Introduction

Atrial fibrillation (AF) is the most common arrhythmia affecting more than 33 million people worldwide in 2010 [1]. AF is associated with an increase in stroke risk and mortality and its prevalence is rising [2]. While vitamin K antagonists such as Warfarin and non-vitamin K oral anticoagulants (NOAC) reduce stroke and mortality in AF, they substantially increase the risk for major bleedings [3]. In AF patients with a high risk for stroke and high risk for bleeding and/or contraindication to OAC, left atrial appendage occlusion (LAAO) may address both issues [4]. The five-year outcome data of the randomized controlled trials PROTECT-AF (WATCHMAN Left Atrial Appendage System for Embolic Protection in Patients With Atrial Fibrillation) and PREVAIL-AF (Evaluation of the WATCHMAN LAA Closure Device in Patients With Atrial Fibrillation Versus Long Term Warfarin Therapy) support a non-inferiority of LAAO to OAC with a significant decrease in hemorrhagic stroke [5]. However, comorbidities such as heart failure and chronic kidney disease impair clinical outcomes in patients with AF [6]. In fact, in patients undergoing transcatheter edge-to-edge repair (TEER), AF is associated with more bleeding, HF hospitalization, and mortality [7]. The mitral valve is of particular interest in LAAO because of the anatomical proximity and the effects on left atrial anatomy. Left atrial size is a predictor of cardiac death in heart failure before [8].

To our knowledge, this remains a field with no to little evidence, even though in a single-center study of 122 TEER patients, around 50% would also qualify for LAAO [9]. Currently, the first studies are evaluating a combined approach of both procedures even when no data on outcomes on LAAO in patients with mitral disease is available [10].

The German LAArge registry is an independently financed prospective, non-randomized registry of patients undergoing LAAO.

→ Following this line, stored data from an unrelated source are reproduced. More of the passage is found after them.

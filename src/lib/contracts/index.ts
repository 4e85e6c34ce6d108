export * from './common';
export * from './parts';
export * from './people';
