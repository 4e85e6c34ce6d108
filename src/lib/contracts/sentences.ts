/** Said by the server, and by the browser before it sends what the server would refuse. */
export const fileTooLarge = (mostBytes: number): string =>
  `The file is larger than ${Math.floor(mostBytes / 1024 / 1024)}\u00A0MB. Save the page on its own, or at a lower resolution.`;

In this study, we aim to investigate the influence atrial myopathy due to mitral valve disease may have on in-hospital and long-term safety outcomes in patients after LAAO.

Methods

Data collection and LAArge registry

The non-profit organization “Institut für Herzinfarktforschung” (IHF, Ludwigshafen, Germany) manage and oversee the multicenter German left atrial appendage occlusion registry (LAArge). Thirty-eight centers participated in this prospective, non-randomized study. No funding from industry sources was used for the project. From all enrolled patients, written informed consent was obtained. The privacy measures and data collection have been described previously [11]. Using a web-based electronic case report form, baseline characteristics, procedural data as well as in-hospital data were collected and checked for plausibility. All transmitted data were encrypted and stored on servers maintained by IHF. Echocardiographic follow-up was documented at the standard follow-up at each participating site after LAAO, usually 3–6 months. The IHF conducted the 1-year follow-up by reports from the implanting center and via a standardized phone interview. The study was carried out according to the declaration of Helsinki and approved by the ethics committee of the State Chamber of Medicine in Rhineland-Palatinate, Germany.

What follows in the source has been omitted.